** Data follows **
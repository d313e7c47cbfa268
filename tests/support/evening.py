"""A show played by chance: GO, hush, re-aim and restore through the player."""

from __future__ import annotations

from collections import deque
from dataclasses import dataclass, field
from typing import Any

import numpy as np
from support.rigs import grid, make_show, silence

from beamctl.acoustics.geometry import direction
from beamctl.engine.chain import Chain
from beamctl.show import events, glides
from beamctl.show.player import Player
from beamctl.show.records import SOUNDING, Record

RATE = 192_000
NOWHERE_M = 5.0  # how far off a beam is listened to that is focused nowhere
KEPT_S = 0.060


@dataclass(slots=True)
class Happening:
    """One event, what it changes from where to where, and until when; samples are absolute."""

    kind: str  # go | re-aim | hush | restore
    label: str
    at: int
    settled: int
    cut: int = 0  # the next event's sample, or `settled`
    points_m: np.ndarray = field(default_factory=lambda: np.zeros((0, 3)))  # (P, 3), panel axes


class Tape:
    """The newest feeds (samples, F) of a renderer, by absolute sample."""

    def __init__(self) -> None:
        self._blocks: deque[tuple[int, np.ndarray]] = deque()

    def add(self, start: int, block: np.ndarray) -> None:
        self._blocks.append((start, block))

    def forget(self, before: int) -> None:
        while self._blocks and self._blocks[0][0] + len(self._blocks[0][1]) <= before:
            self._blocks.popleft()

    def take(self, begin: int, end: int) -> np.ndarray:
        """(F, end - begin) float64."""
        assert self._blocks[0][0] <= begin
        kept = [(s, b) for s, b in self._blocks if s < end and s + len(b) > begin]
        first = kept[0][0]
        whole = np.concatenate([block for _, block in kept])
        return whole[begin - first : end - first].T.astype(np.float64)


class Evening:
    """A panel with beams "a" and "b", a sheet of `count` random cues, and chance at the desk."""

    def __init__(self, rng: np.random.Generator, columns: int, rows: int, count: int) -> None:
        self.rng = rng
        self.flat = rows == 1
        cells = grid(columns, rows)
        self.cells_m = cells.at_m
        cues = [{"ref": str(n), "title": "chance", "act": self._acts(n)} for n in range(count)]
        show = make_show(("a", "b"), cues, cells)
        self.player = Player(show)
        self.renderer = Chain(show, {"p": {"tone": silence(1.0)}}, ahead=0)
        self.tape = Tape()
        self._next = 0
        self.player.sink("sink-open", 0)
        self._ask(events.Ready())
        self._ask(events.Confirm())
        self.run_to(6_000)

    # -- what a cue may hold -------------------------------------------------------------------

    def _acts(self, n: int) -> tuple[dict[str, Any], ...]:
        """The acts of cue `n`: even ones sound, odd ones only move a beam."""
        acts = [self._act(n)]
        if self.rng.random() < 0.2:
            other = self._act(n)
            if other["beam"] != acts[0]["beam"]:
                acts.append(other)
        return tuple(acts)

    def _act(self, n: int) -> dict[str, Any]:
        rng, chance = self.rng, self.rng.random
        act: dict[str, Any] = {"beam": str(rng.choice(["a", "a", "b"])), "over_s": self._over_s()}
        if n % 2 == 0:
            act |= {"sound": "tone", "loop": True, "trim_db": float(rng.uniform(-40.0, 0.0))}
        if n % 2 or chance() < 0.5:
            act |= self._aim()
        if chance() < 0.3:
            near = "aim" if "point_m" in act else float(rng.uniform(0.5, 6.0))
            act["reach"] = near if chance() < 0.7 else "far"
        if chance() < 0.3:
            act["law"] = str(rng.choice(["dsb", "root", "ssb", "mam"]))
        if chance() < 0.3:
            act["depth"] = float(chance())
        return act

    def _over_s(self) -> float:
        """None, short or long; up to two seconds."""
        kind = self.rng.random()
        if kind < 0.25:
            return 0.0
        return float(self.rng.uniform(0.0, 0.3) if kind < 0.8 else self.rng.uniform(0.3, 2.0))

    def _aim(self) -> dict[str, Any]:
        rng = self.rng
        wide = float(rng.choice([3.0, 15.0, 50.0]))
        azimuth = float(rng.uniform(-wide, wide))
        elevation = 0.0 if self.flat else float(rng.uniform(-wide, wide)) / 2.0
        if rng.random() < 0.5:
            return {"azimuth_deg": azimuth, "elevation_deg": elevation}
        point = direction(azimuth, elevation) * rng.uniform(0.8, 6.0)
        return {"point_m": tuple(point.tolist())}

    # -- time ------------------------------------------------------------------------------------

    def run_to(self, sample: int) -> None:
        """Render up to `sample`, the player's own deeds included."""
        while (n := min(2_048, sample - self.renderer.position)) > 0:
            self._put(self.player.advance(self.renderer.position + n))
            out = np.zeros((n, self.renderer.channels), np.float32)
            start = self.renderer.position
            self.renderer.render(out)
            self.tape.add(start, out)

    def next_event(self) -> Happening:
        """Let chance ask for something, here and now."""
        where = self._where(self.renderer.position)
        sample = self.renderer.position
        kind, event, beams = self._chance()
        records = self._ask(event)
        assert not [r for r in records if r.what == "refused"], records
        sounding = [r for r in records if r.what in SOUNDING]
        settled = max((r.sample + int(r.args.get("n", 0)) for r in sounding), default=sample)
        goals = [self._goal(b) for b in beams]
        points = [_between(where[b], goal) for b, goal in zip(beams, goals, strict=True)]
        if kind in ("hush", "restore"):
            points = [_between(where["a"], where["b"])]
        told = " ".join(f"{r.beam}.{r.what}@{r.sample - sample}{dict(r.args)}" for r in sounding)
        label = f"{kind} at {sample} {told}"
        return Happening(kind, label, sample, settled, points_m=np.concatenate(points))

    def _chance(self) -> tuple[str, events.Event, list[str]]:
        if self.player.output == "HUSHED":
            return "restore", events.Restore(), []
        if self.rng.random() < 0.16:
            return "hush", events.Hush(), []
        cue = self.player.show.sheet.cue[self._next]
        self._next += 1
        beams = sorted({act.beam for act in cue.act})
        kind = "go" if any(act.sound for act in cue.act) else "re-aim"
        return kind, events.Go(ref=cue.ref), beams

    def _ask(self, event: events.Event) -> list[Record]:
        records = self.player.handle(event, self.renderer.position)
        self._put(records)
        return records

    def _put(self, records: list[Record]) -> None:
        for record in records:
            self.renderer.put(record)

    # -- where beams point -------------------------------------------------------------------------

    def _where(self, sample: int) -> dict[str, np.ndarray]:
        """Points (3,) the beams make for now, as rendered."""
        states = self.renderer.renderer.panels["p"].states
        return {b: _point(s, sample) for b, s in zip("ab", states, strict=True)}

    def _goal(self, beam: str) -> np.ndarray:
        """The point a beam makes for in the end."""
        return _point(self.player.plans[beam].state, self.renderer.position + 100 * RATE)


def _point(state: Any, sample: int) -> np.ndarray:
    *unit, distance_m = glides.travel_at(state.aim, float(sample))
    per_m = glides.reach_at(state.reach, float(sample), distance_m)
    reach_m = 1.0 / per_m if per_m > 1.0 / NOWHERE_M else NOWHERE_M
    return np.array(unit) * (distance_m if distance_m > 0.0 else reach_m)


def _between(old: np.ndarray, new: np.ndarray) -> np.ndarray:
    """Old, new and twenty points between, (22, 3): on the great circle, distance in proportion."""
    far_old, far_new = np.linalg.norm(old), np.linalg.norm(new)
    a, b = old / far_old, new / far_new
    share = np.linspace(0.0, 1.0, 22)[:, None]
    angle = np.arccos(np.clip(a @ b, -1.0, 1.0))
    if angle < 1e-6:
        unit = a + share * (b - a)
    else:
        unit = (np.sin((1.0 - share) * angle) * a + np.sin(share * angle) * b) / np.sin(angle)
    return unit * (far_old + share * (far_new - far_old))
** End of Data **
Assigned task: The lines to copy are those in the records above containing the word "begin".

Reply to the exercise:
    def take(self, begin: int, end: int) -> np.ndarray:
        """(F, end - begin) float64."""
        assert self._blocks[0][0] <= begin
        kept = [(s, b) for s, b in self._blocks if s < end and s + len(b) > begin]
        return whole[begin - first : end - first].T.astype(np.float64)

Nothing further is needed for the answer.